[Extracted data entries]
/// The first-order covariance factor of the normal equations' error, at noise variance 1:
/// `G(θ) = (1 + ‖θ‖²) I + θθᵀ − diag(θ²)` \[D\]: the error of Aθ = b is e − Eθ, whose
/// coordinate i has variance 1 + ‖θ‖² and, for i ≠ l, covariance θ_i θ_l (E_il = E_li is one
/// packed coordinate).
fn g_matrix(theta: &DVector<f64>) -> DMatrix<f64> {
    let p = theta.len();
    let norm_sq = theta.norm_squared();
    DMatrix::from_fn(p, p, |i, l| {
        if i == l {
            1.0 + norm_sq
        } else {
            theta[i] * theta[l]
        }
    })
}

/// The coefficients' allowances and first-order standard deviations (module doc).
///
/// Setting \[D\]: A θ = b are the exact normal equations of (1, x) in normalised units, the
/// release is Â = A + E, b̂ = b + e with iid noise of variance v on every packed coordinate
/// (E symmetric), and (ridge with λ = 0, no repair) θ̂ = Â⁻¹ b̂. Then exactly
/// θ̂ − θ = Â⁻¹(e − Eθ) = L + R with L = A⁻¹(e − Eθ) and R = −Â⁻¹ E L, and
/// L_j / sd_j ~ N(0, 1) with sd_j² = v gᵀ G(θ) g, g = A⁻¹ e_j. Since G ⪰ I, sd_j ≥ √v ‖g‖.
/// On the box where the χ² of all noise coordinates stays below [`chi2_bound`]:
/// - ‖E‖₂ ≤ ‖E‖_F ≤ E_b = √(2 v X_b) (off-diagonal entries count twice), ‖e‖ ≤ e_b = √(v X_b);
/// - with α = ‖A⁻¹‖₂, r = α E_b bounds ‖A⁻¹E‖; Â⁻¹ = (I + A⁻¹E)⁻¹ A⁻¹ gives, for ĝ = Â⁻¹ e_j,
///   ‖ĝ‖ ≤ ‖g‖/(1 − r) and ‖ĝ − g‖ ≤ r‖g‖/(1 − r) (Neumann series);
/// - ‖L‖ ≤ L_b = α(e_b + E_b ‖θ‖), ‖θ̂ − θ‖ ≤ D_b = L_b/(1 − r), and |R_j| = |ĝᵀ E L| ≤
///   ‖g‖ E_b L_b/(1 − r);
/// - the reported std_error is the same formula at (Â, θ̂): se² = v ĝᵀ G(θ̂) ĝ. With
///   ‖G(θ)‖ ≤ g_n = 1 + 2‖θ‖² and ‖G(θ̂) − G(θ)‖ ≤ Δg = 3(2‖θ‖D_b + D_b²) (each of G's three
///   terms moves by at most 2‖θ‖D_b + D_b²),
///   |se² − sd_j²| ≤ v‖g‖² [Δg/(1 − r)² + g_n r(2 − r)/(1 − r)²] ≤ u·sd_j².
///
/// So z_j = Z·(sd_j/se) + R_j/se with sd_j/se ∈ [1/√(1 + u), 1/√(1 − u)] and
/// |R_j/se| ≤ b = E_b L_b / ((1 − r) √v √(1 − u)).
///
/// Returns the allowance (the same for every coefficient: the bounds are relative to each
/// one's own sd), u, and every sd_j (normalised units), so that the caller can also check each
/// reported std_error against this independent first-order derivation.
fn coefficient_allowances(a: &DMatrix<f64>, theta: &DVector<f64>, v: f64) -> (f64, f64, Vec<f64>) {
    let p = theta.len();
    let eig = SymmetricEigen::new(a.clone());
    let lambda_min = eig
        .eigenvalues
        .iter()
        .copied()
        .fold(f64::INFINITY, f64::min);
    assert!(lambda_min > 0.0, "A is positive definite");
    let alpha = 1.0 / lambda_min;
    let x_b = chi2_bound(p * (p + 1) / 2 + p, BOX_LOG_FAILURE);
    let (e_big, e_small) = ((2.0 * v * x_b).sqrt(), (v * x_b).sqrt());
    let r = alpha * e_big;
    assert!(r < 0.5, "not in the first-order regime: r = {r}");
    // No eigenvalue-floor repair can trigger inside the box: the engine's floor is
    // σ(2√p + 2√ln(2/β)) at β = 1e-3 (linear::noise_norm_bound), and λ_min(Â) ≥ λ_min − E_b.
    let floor = v.sqrt() * (2.0 * (p as f64).sqrt() + 2.0 * (2.0f64 / 1e-3).ln().sqrt());
    assert!(
        lambda_min - e_big > floor,
        "the fit could repair A inside the box"
    );
    let norm_theta = theta.norm();
    let l_b = alpha * (e_small + e_big * norm_theta);
    let d_b = l_b / (1.0 - r);
    let g_n = 1.0 + 2.0 * norm_theta * norm_theta;
    let dg = 3.0 * (2.0 * norm_theta * d_b + d_b * d_b);
    let u = (dg + g_n * r * (2.0 - r)) / (1.0 - r).powi(2);
    assert!(u < 0.5, "std_error bound too loose: u = {u}");
    let (a_lo, a_hi) = (1.0 / (1.0 + u).sqrt(), 1.0 / (1.0 - u).sqrt());
    let b = e_big * l_b / ((1.0 - r) * v.sqrt() * (1.0 - u).sqrt());
    let a_inv = a.clone().try_inverse().expect("A is positive definite");
    let cov = &a_inv * g_matrix(theta) * &a_inv * v;
    let sd = (0..p).map(|j| cov[(j, j)].sqrt()).collect();
    (distortion_allowance(a_lo, a_hi, b), u, sd)
}

/// z-scores of one test series, and how much looser than exact its check is.
#[derive(Default)]
struct Series {
    z: Vec<f64>,
    allowance: f64,
}

/// Runs `RUNS` seeded runs of `mechanism` and checks every (kind, scope) series.
fn calibrate(mechanism: &str) {
    let cfg = config(mechanism);
    let plan = Plan::new(&cfg).expect("plan");
    let events = feed();
    let text = lines(&events);
    let scopes = [
        "window".to_string(),
        "epoch_to_date".to_string(),
        format!("trailing:{TRAILING}"),
    ];
    let mut series: std::collections::BTreeMap<String, Series> = Default::default();

    // The mean's and the coefficients' allowances depend only on the truth and the plan.
    let mean_plan = &plan.stats[2];
    for scope in &scopes {
        let r = scope_range(scope);
        let (sum_c, cnt_c) = (&mean_plan.components[0], &mean_plan.components[1]);
        let v_s = sum_c.std_error(plan.mechanism, HORIZON, HORIZON, r).powi(2);
        let v_c = cnt_c.std_error(plan.mechanism, HORIZON, HORIZON, r).powi(2);
        let mid = (MINUTES_RANGE.0 + MINUTES_RANGE.1) / 2.0;
        let inside: Vec<&Ev> = events.iter().filter(|e| in_range(e, r)).collect();
        let s: f64 = inside.iter().map(|e| e.minutes - mid).sum();
        let allowance = mean_allowance(s, inside.len() as f64, v_s, v_c);
        series.entry(format!("mean {scope}")).or_default().allowance = allowance;
    }

    // Per scope: the coefficients' first-order sd (value units) and the relative bound u.
    let mut first_order: std::collections::BTreeMap<String, (Vec<f64>, f64)> = Default::default();
    for seed in 0..RUNS {
        let records = last_window_records(&cfg, 7_000_000 + seed, &text);
        for rec in &records {
            let z = |v: f64, s: f64, t: f64| (v - t) / s;
            match rec.kind.as_str() {
                "count" | "sum" | "mean" => {
                    let (Some(v), Some(s), Some(t)) = (
                        rec.value.as_f64(),
                        rec.std_error.as_f64(),
                        rec.truth.as_ref().and_then(|t| t.as_f64()),
                    ) else {
                        panic!(
                            "{} {}: value, std_error and truth are numbers here",
                            rec.stat, rec.scope
                        )
                    };
                    series
                        .entry(format!("{} {}", rec.kind, rec.scope))
                        .or_default()
                        .z
                        .push(z(v, s, t));
                }
                "linear" => {
                    let stats = rec
                        .statistics
                        .as_ref()
                        .expect("linear records carry their statistics");
                    let r = scope_range(&rec.scope);
                    let truth = exact_moments(&events, r, &stats.scales);
                    let entry = series
                        .entry(format!("linear statistics {}", rec.scope))
                        .or_default();
                    for (v, t) in stats.values.iter().zip(&truth) {
                        entry.z.push(z(*v, stats.std_error, *t));
                    }
                    // The coefficients' allowance, once per scope (the truth is fixed).
                    if !first_order.contains_key(rec.scope.as_str()) {
                        // Normal equations of (1, x) in normalised units: packed indices
                        // (0,0)=0 (0,1)=1 (0,2)=2 (0,y)=3 (1,1)=4 (1,2)=5 (1,y)=6 (2,2)=7 (2,y)=8.
                        let m = |i: usize| truth[i];
                        let a = DMatrix::from_row_slice(
                            3,
                            3,
                            &[m(0), m(1), m(2), m(1), m(4), m(5), m(2), m(5), m(7)],
                        );
                        let b = DVector::from_vec(vec![m(3), m(6), m(8)]);
                        let theta = a.clone().try_inverse().expect("A is positive definite") * b;
                        // Cross-check against the engine's exact fit (value units: intercept
                        // × u_y, slopes × u_y/u_x).
                        let scales = &stats.scales;
                        let back = [scales[3], scales[3] / scales[1], scales[3] / scales[2]];
                        for (j, name) in ["intercept", "x1", "x2"].iter().enumerate() {
                            let t = rec
                                .truth
                                .as_ref()
                                .and_then(|t| t[name].as_f64())
                                .expect("truth coefficient");
                            let mine = theta[j] * back[j];
                            assert!(
                                (t - mine).abs() <= 1e-9 * (1.0 + t.abs()),
                                "{name}: engine {t}, normal equations {mine}"
                            );
                        }
                        let (allowance, u, sd) =
                            coefficient_allowances(&a, &theta, stats.std_error.powi(2));
                        for name in ["intercept", "x1", "x2"] {
                            series
                                .entry(format!("linear {name} {}", rec.scope))
                                .or_default()
                                .allowance = allowance;
                        }
                        let sd_value: Vec<f64> = sd.iter().zip(back).map(|(s, f)| s * f).collect();
                        first_order.insert(rec.scope.to_string(), (sd_value, u));
                    }
                    // The reported std_error is the delta method at the noisy estimate: within
                    // the relative bound u of the first-order sd at the truth (see
                    // `coefficient_allowances`; fails with probability ≤ e^-25 per record).
                    let (sd_value, u) = &first_order[rec.scope.as_str()];
                    for (j, name) in ["intercept", "x1", "x2"].iter().enumerate() {
                        let se = rec.std_error[name].as_f64().expect("std_error is a number");
                        let ratio = se / sd_value[j];
                        assert!(
                            ((1.0 - u).sqrt()..=(1.0 + u).sqrt()).contains(&ratio),
                            "{mechanism} {name} {}: std_error {se} vs first-order {} (u = {u})",
                            rec.scope,
                            sd_value[j]
                        );
                    }
                    for name in ["intercept", "x1", "x2"] {
                        let (Some(v), Some(s), Some(t)) = (
                            rec.value[name].as_f64(),
                            rec.std_error[name].as_f64(),
                            rec.truth.as_ref().and_then(|t| t[name].as_f64()),
                        ) else {
                            panic!("linear {}: coefficient {name} missing", rec.scope)
                        };
                        series
                            .entry(format!("linear {name} {}", rec.scope))
                            .or_default()
                            .z
                            .push(z(v, s, t));
                    }
                }
                other => panic!("unexpected kind {other}"),
            }
        }
    }

    let mut failures = Vec::new();
    for (name, mut s) in series {
        let n = s.z.len();
        assert!(n >= RUNS as usize, "{name}: only {n} samples");
        let d = ks_distance(&mut s.z);
        let p = ks_p_value(d, n);
        let limit = ks_critical(n, SIGNIFICANCE) + s.allowance;
        println!(
            "ks {mechanism:<18} {name:<32} n {n:>5}  D {d:.4}  p {p:.4}  limit {limit:.4} (allowance {:.4})",
            s.allowance
        );
        if d > limit {
            failures.push(format!(
                "{name}: D = {d:.4} > {limit:.4} (p = {p:.2e}, allowance {:.4})",
                s.allowance
            ));
        }
    }
    assert!(failures.is_empty(), "{mechanism}: {failures:#?}");
}
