/// The coordinates of one event's contribution to component `c`, each handed to
/// `add(coordinate, value)`; each is at most √`event_sens_sq` in magnitude (the plan's
/// per-event bound: a coordinate is at most the vector's L2 norm).
#[inline(always)]
fn contribute_with(c: &ComponentPlan, ev: &Event, mut add: impl FnMut(usize, i128)) {
    let q = c.quantum();
    match &c.role {
        ComponentRole::Count => add(0, 1i128 << (-c.grid_exp)),
        ComponentRole::Sum { field, lo, hi } => {
            add(
                0,
                linear::f64_to_i128(linear::round_int(ev.numbers[*field].clamp(*lo, *hi) / q)),
            );
        }
        ComponentRole::CentredSum { field, lo, hi } => {
            let mid = (lo + hi) / 2.0;
            add(
                0,
                linear::f64_to_i128(linear::round_int(
                    (ev.numbers[*field].clamp(*lo, *hi) - mid) / q,
                )),
            );
        }
        ComponentRole::Moments {
            features,
            target,
            layout,
            units,
            ..
        } => {
            // Clip in value units, then centre and normalise (see `plan::MomentUnits`) so the
            // packed moments have comparable scales.
            // x on the stack for up to 16 features, without a collect (issue 9).
            let (mut small, mut large) = ([0.0f64; 16], Vec::new());
            let x = linear::scratch(&mut small, &mut large, features.len());
            for (to, &i) in x.iter_mut().zip(features) {
                *to = ev.numbers[i];
            }
            let mut y = ev.numbers[*target];
            units.normalise(x, &mut y);
            linear::accumulate_with(layout, x, y, c.grid_exp, add);
        }
    }
}
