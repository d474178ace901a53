//! Exact integer noise samplers (discrete Laplace, discrete Gaussian) and the keyed derivation
//! of the random stream behind every noise draw.
//!
//! # Why exact samplers
//! Floating-point Laplace and Gaussian samplers leak the noiseless value through the low-order
//! bits of their output (Mironov, ACM CCS 2012; privacy-math §3). Every sampler here follows
//! Canonne, Kamath & Steinke, "The Discrete Gaussian for Differential Privacy", NeurIPS 2020
//! (CKS20), Algorithms 1–3 as transcribed in privacy-math §3: only integer and rational
//! arithmetic on uniformly random integers, no floating point anywhere on the sampling path.
//!
//! Arithmetic runs on `u128` with checked operations. Whenever an intermediate would overflow,
//! that one step is redone on [`BigUint`] with the *same* random values already drawn, so the
//! choice of representation depends only on values the step has already fixed and both
//! representations compute the same rational; the output distribution is therefore exactly the
//! one of the pure rational algorithm for every input. Callers pass σ² up to about 2^60 (integer)
//! routinely; that range stays on the `u128` path (see `fast_path_covers_sigma2_2_pow_60`).
//!
//! # Timing side channel
//! The run time of these rejection samplers depends on the value drawn (larger noise takes more
//! loop iterations), which an observer who can time the sampler can exploit (Jin, McMurtry,
//! Rubinstein & Ohrimenko, "Are We There Yet? Timing and Floating-Point Attacks on Differential
//! Privacy Systems", arXiv:2112.05307). scrim does not pad the samplers to constant time.
//! Instead it draws noise only when a window closes, inside the single engine task, never on a
//! request path, so no client can time an individual draw. Code that calls these samplers on
//! a request path would reopen the channel.
//!
//! # Keyed noise
//! Every draw comes from a ChaCha20 stream seeded by a keyed BLAKE3 hash of the draw's identity
//! ([`NoiseKey::rng_for`]), so the same tree node always gets the same noise (replay after a
//! restart cannot average fresh noise away) and no state besides the key needs saving.

use std::fmt;

use num_bigint::{BigInt, BigUint, Sign};
use num_traits::{ToPrimitive, Zero};
use rand::Rng;
use rand::SeedableRng;
use rand::rngs::ChaCha20Rng;

/// BLAKE3 `derive_key` context for [`NoiseKey::from_seed`]; globally unique and fixed forever
/// (changing it changes every replayed test stream).
const SEED_CONTEXT: &str = "scrim 2026-12-01 NoiseKey::from_seed test and replay key v1";

/// BLAKE3 `derive_key` context for the [`NoiseKey::hash64`] subkeys.
const HASH64_CONTEXT: &str = "scrim 2026-12-01 NoiseKey::hash64 subkey v1";

/// Version tag that opens every encoded [`NoiseId`]; a new encoding gets a new tag.
const STREAM_TAG: &[u8; 16] = b"scrim.noise.v1\0\0";

/// BLAKE3 `derive_key` context for the [`EventHash::SipHash24`] keys.
const SIPHASH_CONTEXT: &str = "scrim 2026-12-02 NoiseKey::event_hasher SipHash-2-4 key v1";

/// The 32-byte secret from which every noise draw is derived, and the keyed hash its state
/// uses for events ([`EventHash`]).
///
/// Whoever holds the key can recompute all noise and subtract it, so it must stay as secret as
/// the raw data. `Debug` prints a placeholder, never the bytes.
#[derive(Clone)]
pub struct NoiseKey {
    bytes: [u8; 32],
    event_hash: EventHash,
}
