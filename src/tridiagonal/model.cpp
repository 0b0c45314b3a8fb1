// Tridiagonal β-Hermite and β-Laguerre models (Dumitriu & Edelman 2002) and the gamma/chi
// variates they need, drawn from one rng::Stream per (seed, name, N, trial).
#include <algorithm>
#include <cmath>
#include <limits>
#include <string>

#include "freegap/ensembles.hpp"
#include "freegap/errors.hpp"
#include "freegap/rng.hpp"
#include "freegap/tridiagonal.hpp"
#include "internal.hpp"

namespace freegap::tridiagonal {
namespace {

using detail::number;

std::string label(const ModelSpec& spec) { return "tridiagonal model '" + spec.name + "'"; }

}  // namespace

void validate(const ModelSpec& spec) {
  if (!std::isfinite(spec.beta) || !(spec.beta > 0.0)) {
    throw InputError(label(spec) + ": beta must be a finite number > 0 (got " + number(spec.beta) +
                     ")");
  }
  if (spec.family == Family::laguerre && (!std::isfinite(spec.ratio) || !(spec.ratio > 0.0))) {
    throw InputError(label(spec) + ": ratio c = N/M must be a finite number > 0 (got " +
                     number(spec.ratio) + ")");
  }
}

double gamma_variate(rng::Stream& stream, double shape) {
  if (!std::isfinite(shape) || !(shape > 0.0)) {
    throw InputError("gamma variate: shape must be a finite number > 0 (got " + number(shape) +
                     ")");
  }
  if (shape < 1.0) {
    // Marsaglia & Tsang (2000), end of §6: Gamma(α) = Gamma(α + 1)·U^(1/α) for α < 1.
    const double g = gamma_variate(stream, shape + 1.0);
    return g * std::pow(stream.uniform(), 1.0 / shape);
  }
  // Marsaglia & Tsang (2000), "A simple method for generating gamma variables", ACM TOMS 26(3):
  // d = α − 1/3, c = 1/√(9d); x ~ N(0,1), v = (1 + c x)³ accepted with the squeeze
  // u < 1 − 0.0331 x⁴ or the full test log u < x²/2 + d(1 − v + log v); returns d·v.
  // 1 − v + log v is formed from t = c x with log1p, so the cancellation for large d (χ degrees
  // up to βN ≈ 10^7) costs no accuracy.
  const double d = shape - 1.0 / 3.0;
  const double c = 1.0 / std::sqrt(9.0 * d);
  for (;;) {
    const double x = stream.normal();
    const double t = c * x;
    if (t <= -1.0) continue;
    const double v = (1.0 + t) * (1.0 + t) * (1.0 + t);
    const double u = stream.uniform();
    const double x2 = x * x;
    if (u < 1.0 - 0.0331 * x2 * x2) return d * v;
    const double one_minus_v_plus_log_v = -t * (3.0 + t * (3.0 + t)) + 3.0 * std::log1p(t);
    if (std::log(u) < 0.5 * x2 + d * one_minus_v_plus_log_v) return d * v;
  }
}

double chi_square_variate(rng::Stream& stream, double k) {
  return 2.0 * gamma_variate(stream, 0.5 * k);
}

Tridiagonal sample(const ModelSpec& spec, Index n, std::uint64_t seed, std::uint64_t trial) {
  validate(spec);
  if (n < 1) {
    throw InputError(label(spec) + ": size N must be at least 1 (got " + std::to_string(n) + ")");
  }
  rng::Stream stream({seed, spec.name, static_cast<std::uint64_t>(n), trial});
  const double beta = spec.beta;
  Tridiagonal t;
  t.diag.resize(n);
  t.off.resize(n - 1);

  if (spec.family == Family::hermite) {
    // Dumitriu & Edelman (2002): H_β = (1/√2)·tridiag(N(0,2); χ_{β(N−1)}, …, χ_β). Scaled by
    // √(2/β)/√N so that β = 2 is GUE/√N and β = 1 is GOE(§0)/√N exactly in law; the off-diagonal
    // is then χ_{β(N−1−i)}/√(βN) ≈ 1 in the bulk: semicircle on [−2, 2].
    const double diag_scale = std::sqrt(2.0 / beta) / std::sqrt(static_cast<double>(n));
    const double off_scale = 1.0 / std::sqrt(beta * static_cast<double>(n));
    for (Index i = 0; i < n; ++i) t.diag[i] = diag_scale * stream.normal();
    for (Index i = 0; i + 1 < n; ++i) {
      const double k = beta * static_cast<double>(n - 1 - i);
      t.off[i] = off_scale * std::sqrt(chi_square_variate(stream, k));
    }
    return t;
  }

  // β-Laguerre, Dumitriu & Edelman (2002): L = B Bᵀ, B lower bidiagonal m×m, B_ii = χ_{2a−βi},
  // B_{i+1,i} = χ_{β(m−1−i)}, needing a > β(m−1)/2. For XX^* with X N×M, m = N and 2a = βM, so
  // this holds iff M ≥ N. For N > M the nonzero spectrum of XX^* is that of the M×M X^*X: the
  // same model with N and M swapped, followed by N − M exact zeros.
  const Index m_cols = ensembles::companion_size(n, spec.ratio);
  if (m_cols < 1) {
    throw InputError(label(spec) + ": N/ratio = " + number(static_cast<double>(n) / spec.ratio) +
                     " rounds to 0 columns; use a smaller ratio or a larger N");
  }
  const Index m = std::min(n, m_cols);    // rows of B
  const Index big = std::max(n, m_cols);  // the other dimension
  // W = XX^*/M: real Wishart is L/M (β = 1), complex Wishart L/(2M) (β = 2, Dumitriu & Edelman's
  // "2 × complex Wishart"); in general L/(βM), so E tr W = 1 for every β.
  const double inv = 1.0 / (beta * static_cast<double>(m_cols));
  double previous_sub = 0.0;  // B_{i,i−1}²
  for (Index i = 0; i < m; ++i) {
    const double a = chi_square_variate(stream, beta * static_cast<double>(big - i));  // B_ii²
    t.diag[i] = (a + previous_sub) * inv;
    if (i + 1 < m) {
      const double b = chi_square_variate(stream, beta * static_cast<double>(m - 1 - i));
      t.off[i] = std::sqrt(a * b) * inv;  // B_ii·B_{i+1,i}
      previous_sub = b;
    }
  }
  for (Index i = m; i < n; ++i) t.diag[i] = 0.0;
  for (Index i = std::max<Index>(m - 1, 0); i + 1 < n; ++i) t.off[i] = 0.0;
  return t;
}

Tridiagonal affine(const Tridiagonal& t, double scale, double shift) {
  Tridiagonal out;
  out.diag = (scale * t.diag.array() + shift).matrix();
  out.off = scale * t.off;
  return out;
}

}  // namespace freegap::tridiagonal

**How to complete this task**. For every line above that includes the string "DVector", copy the line.

**Output of the task**.
fn g_matrix(theta: &DVector<f64>) -> DMatrix<f64> {
fn coefficient_allowances(a: &DMatrix<f64>, theta: &DVector<f64>, v: f64) -> (f64, f64, Vec<f64>) {
                        let b = DVector::from_vec(vec![m(3), m(6), m(8)]);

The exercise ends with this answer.